*Saved entries*

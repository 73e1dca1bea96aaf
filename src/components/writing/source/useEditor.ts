import { useCallback, useEffect, useRef, useState, type RefObject } from 'react';
import type { SourceProblem } from '@/domain/procedure/types';
import type { Known } from '@/domain/writing/source/offer';
import type { SourceEditor } from './editor';

/** `area`: the plain box, chosen or while the editor is on its way. `failed`: it could not be loaded. */
export type Stands = 'area' | 'editor' | 'failed';

interface Given {
  text: string;
  onText: (text: string) => void;
  problems: readonly SourceProblem[];
  /** The problems are those of the text as it stands. */
  settled: boolean;
  known: Known;
  /** The plain box is wanted, so nothing is loaded. */
  plain: boolean;
  area: RefObject<HTMLTextAreaElement | null>;
  labelledBy: string;
  describedBy: string;
}

/** Loads the editor when the sheet is first edited as text, and puts it in the place of the plain box. */
export function useEditor({ text, onText, problems, settled, known, plain, area, labelledBy, describedBy }: Given) {
  const parent = useRef<HTMLDivElement>(null);
  const [editor, setEditor] = useState<SourceEditor | null>(null);
  const [failed, setFailed] = useState(false);
  const [line, setLine] = useState(1);
  const now = useRef({ text, onText, known });
  useEffect(() => {
    now.current = { text, onText, known };
  });

  useEffect(() => {
    if (plain) return;
    let made: SourceEditor | null = null;
    let over = false;
    import('./editor')
      .then(({ sourceEditor }) => {
        if (over || !parent.current) return;
        const box = area.current;
        made = sourceEditor({
          parent: parent.current,
          text: now.current.text,
          selection: { from: box?.selectionStart ?? 0, to: box?.selectionEnd ?? 0 },
          focus: box !== null && document.activeElement === box,
          known: () => now.current.known,
          labelledBy,
          describedBy,
          onText: (next) => now.current.onText(next),
          onLine: setLine,
        });
        setEditor(made);
      })
      .catch(() => !over && setFailed(true));
    return () => {
      over = true;
      made?.destroy();
      setEditor(null);
    };
  }, [plain, area, labelledBy, describedBy]);

  useEffect(() => editor?.setText(text), [editor, text]);
  useEffect(() => {
    if (settled) editor?.setProblems(problems);
  }, [editor, problems, settled]);

  const goTo = useCallback((at: Pick<SourceProblem, 'line' | 'column'>) => editor?.goTo(at.line, at.column), [editor]);
  const stands: Stands = plain ? 'area' : editor ? 'editor' : failed ? 'failed' : 'area';
  return { parent, stands, line, goTo };
}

*WORK ORDER*
Each record above is to be reproduced word for word.

*RESPONSE*
repository 73e1dca1bea96aaf
filename src/components/writing/source/useEditor.ts
import { useCallback, useEffect, useRef, useState, type RefObject } from 'react';
import type { SourceProblem } from '@/domain/procedure/types';
import type { Known } from '@/domain/writing/source/offer';
import type { SourceEditor } from './editor';

/** `area`: the plain box, chosen or while the editor is on its way. `failed`: it could not be loaded. */
export type Stands = 'area' | 'editor' | 'failed';

interface Given {
  text: string;
  onText: (text: string) => void;
  problems: readonly SourceProblem[];
  /** The problems are those of the text as it stands. */
  settled: boolean;
  known: Known;
  /** The plain box is wanted, so nothing is loaded. */
  plain: boolean;
  area: RefObject<HTMLTextAreaElement | null>;
  labelledBy: string;
  describedBy: string;
}

/** Loads the editor when the sheet is first edited as text, and puts it in the place of the plain box. */
export function useEditor({ text, onText, problems, settled, known, plain, area, labelledBy, describedBy }: Given) {
  const parent = useRef<HTMLDivElement>(null);
  const [editor, setEditor] = useState<SourceEditor | null>(null);
  const [failed, setFailed] = useState(false);
  const [line, setLine] = useState(1);
  const now = useRef({ text, onText, known });
  useEffect(() => {
    now.current = { text, onText, known };
  });

  useEffect(() => {
    if (plain) return;
    let made: SourceEditor | null = null;
    let over = false;
    import('./editor')
      .then(({ sourceEditor }) => {
        if (over || !parent.current) return;
        const box = area.current;
        made = sourceEditor({
          parent: parent.current,
          text: now.current.text,
          selection: { from: box?.selectionStart ?? 0, to: box?.selectionEnd ?? 0 },
          focus: box !== null && document.activeElement === box,
          known: () => now.current.known,
          labelledBy,
          describedBy,
          onText: (next) => now.current.onText(next),
          onLine: setLine,
        });
        setEditor(made);
      })
      .catch(() => !over && setFailed(true));
    return () => {
      over = true;
      made?.destroy();
      setEditor(null);
    };
  }, [plain, area, labelledBy, describedBy]);

  useEffect(() => editor?.setText(text), [editor, text]);
  useEffect(() => {
    if (settled) editor?.setProblems(problems);
  }, [editor, problems, settled]);

  const goTo = useCallback((at: Pick<SourceProblem, 'line' | 'column'>) => editor?.goTo(at.line, at.column), [editor]);
  const stands: Stands = plain ? 'area' : editor ? 'editor' : failed ? 'failed' : 'area';
  return { parent, stands, line, goTo };
}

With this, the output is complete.